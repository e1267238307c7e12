import { zodResolver } from '@hookform/resolvers/zod';
import { useState } from 'react';
import { useForm } from 'react-hook-form';
import { signPageSchema, type SignPageInput } from '../../../../shared/schemas/signing';
import { Button } from '../../../components/Button';
import { FormAlert } from '../../../components/FormAlert';
import { SelectField } from '../../../components/FormField';
import { applyServerError } from '../../../lib/forms';
import { SignatureRefused, useCountersigners, useSignPage } from '../api/queries';
import { Dialog } from './Dialog';
import { SignerFields } from './SignerFields';

/** The author signs the page: it locks for everyone and goes to the chosen supervisor. */
export function SignDialog({ pageId, onClose, onChanged }: { pageId: string; onClose: () => void; onChanged?: () => void }) {
  const supervisors = useCountersigners(pageId);
  const sign = useSignPage(pageId, onChanged);
  const [alert, setAlert] = useState<string | null>(null);
  const { register, handleSubmit, setError, formState } = useForm<SignPageInput>({
    resolver: zodResolver(signPageSchema),
    defaultValues: { email: '', password: '', meaning: 'performed', supervisorId: '' },
  });
  const submit = handleSubmit((input) => {
    setAlert(null);
    sign.mutate(input, {
      onSuccess: onClose,
      onError: (error) =>
        setAlert(error instanceof SignatureRefused ? error.message : applyServerError(error, setError, ['email', 'password', 'meaning', 'supervisorId'])),
    });
  });
  const options = [{ value: '', label: 'Choose a supervisor…' }, ...(supervisors.data ?? []).map((s) => ({ value: s.id, label: s.name }))];

  return (
    <Dialog title="Sign this page" onClose={onClose}>
      <form onSubmit={submit} noValidate className="space-y-4" aria-label="Sign this page">
        <p className="text-sm text-ink-soft">
          Signing locks the page for everyone. Later changes can only be added below it as dated addenda.
        </p>
        <FormAlert message={alert} />
        <SignerFields role="author" register={register} errors={formState.errors} />
        <SelectField
          label="Supervisor to countersign"
          options={options}
          error={formState.errors.supervisorId ? 'Choose a supervisor' : undefined}
          hint={supervisors.data?.length === 0 ? 'No supervisor is a member of this notebook yet; ask the notebook owner to add one.' : undefined}
          {...register('supervisorId')}
        />
        <div className="flex justify-end gap-2">
          <Button tone="secondary" onClick={onClose}>
            Cancel
          </Button>
          <Button type="submit" busy={sign.isPending}>
            Sign and lock
          </Button>
        </div>
      </form>
    </Dialog>
  );
}
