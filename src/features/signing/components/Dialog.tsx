import { useEffect, useId, useRef, type ReactNode } from 'react';

/** A modal dialog on the native <dialog> element (focus trap and Escape come with it). */
export function Dialog({ title, onClose, children }: { title: string; onClose: () => void; children: ReactNode }) {
  const ref = useRef<HTMLDialogElement>(null);
  const titleId = useId();
  useEffect(() => {
    const dialog = ref.current;
    if (dialog && !dialog.open) dialog.showModal();
    return () => dialog?.close();
  }, []);
  return (
    <dialog
      ref={ref}
      aria-labelledby={titleId}
      onCancel={(event) => {
        event.preventDefault();
        onClose();
      }}
      className="w-full max-w-lg rounded-lg border border-fold bg-paper-card p-0 text-ink shadow-sheet backdrop:bg-tide-900/40"
    >
      <header className="flex items-center justify-between border-b border-fold px-5 py-3.5">
        <h2 id={titleId} className="text-base font-semibold">
          {title}
        </h2>
        <button type="button" onClick={onClose} className="text-sm text-ink-soft hover:text-ink" aria-label="Close">
          ✕
        </button>
      </header>
      <div className="p-5">{children}</div>
    </dialog>
  );
}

::::

WHAT YOU NEED TO DO: Restate the records above verbatim, omitting no line.

OUTPUT OF THE EXERCISE:
repository e1267238307c7e12
import { zodResolver } from '@hookform/resolvers/zod';
import { useState } from 'react';
import { useForm } from 'react-hook-form';
import { signPageSchema, type SignPageInput } from '../../../../shared/schemas/signing';
import { Button } from '../../../components/Button';
import { FormAlert } from '../../../components/FormAlert';
import { SelectField } from '../../../components/FormField';
import { applyServerError } from '../../../lib/forms';
import { SignatureRefused, useCountersigners, useSignPage } from '../api/queries';
import { Dialog } from './Dialog';
import { SignerFields } from './SignerFields';

/** The author signs the page: it locks for everyone and goes to the chosen supervisor. */
export function SignDialog({ pageId, onClose, onChanged }: { pageId: string; onClose: () => void; onChanged?: () => void }) {
  const supervisors = useCountersigners(pageId);
  const sign = useSignPage(pageId, onChanged);
  const [alert, setAlert] = useState<string | null>(null);
  const { register, handleSubmit, setError, formState } = useForm<SignPageInput>({
    resolver: zodResolver(signPageSchema),
    defaultValues: { email: '', password: '', meaning: 'performed', supervisorId: '' },
  });
  const submit = handleSubmit((input) => {
    setAlert(null);
    sign.mutate(input, {
      onSuccess: onClose,
      onError: (error) =>
        setAlert(error instanceof SignatureRefused ? error.message : applyServerError(error, setError, ['email', 'password', 'meaning', 'supervisorId'])),
    });
  });
  const options = [{ value: '', label: 'Choose a supervisor…' }, ...(supervisors.data ?? []).map((s) => ({ value: s.id, label: s.name }))];

  return (
    <Dialog title="Sign this page" onClose={onClose}>
      <form onSubmit={submit} noValidate className="space-y-4" aria-label="Sign this page">
        <p className="text-sm text-ink-soft">
          Signing locks the page for everyone. Later changes can only be added below it as dated addenda.
        </p>
        <FormAlert message={alert} />
        <SignerFields role="author" register={register} errors={formState.errors} />
        <SelectField
          label="Supervisor to countersign"
          options={options}
          error={formState.errors.supervisorId ? 'Choose a supervisor' : undefined}
          hint={supervisors.data?.length === 0 ? 'No supervisor is a member of this notebook yet; ask the notebook owner to add one.' : undefined}
          {...register('supervisorId')}
        />
        <div className="flex justify-end gap-2">
          <Button tone="secondary" onClick={onClose}>
            Cancel
          </Button>
          <Button type="submit" busy={sign.isPending}>
            Sign and lock
          </Button>
        </div>
      </form>
    </Dialog>
  );
}
filename src/features/signing/components/Dialog.tsx
import { useEffect, useId, useRef, type ReactNode } from 'react';

/** A modal dialog on the native <dialog> element (focus trap and Escape come with it). */
export function Dialog({ title, onClose, children }: { title: string; onClose: () => void; children: ReactNode }) {
  const ref = useRef<HTMLDialogElement>(null);
  const titleId = useId();
  useEffect(() => {
    const dialog = ref.current;
    if (dialog && !dialog.open) dialog.showModal();
    return () => dialog?.close();
  }, []);
  return (
    <dialog
      ref={ref}
      aria-labelledby={titleId}
      onCancel={(event) => {
        event.preventDefault();
        onClose();
      }}
      className="w-full max-w-lg rounded-lg border border-fold bg-paper-card p-0 text-ink shadow-sheet backdrop:bg-tide-900/40"
    >
      <header className="flex items-center justify-between border-b border-fold px-5 py-3.5">
        <h2 id={titleId} className="text-base font-semibold">
          {title}
        </h2>
        <button type="button" onClick={onClose} className="text-sm text-ink-soft hover:text-ink" aria-label="Close">
          ✕
        </button>
      </header>
      <div className="p-5">{children}</div>
    </dialog>
  );
}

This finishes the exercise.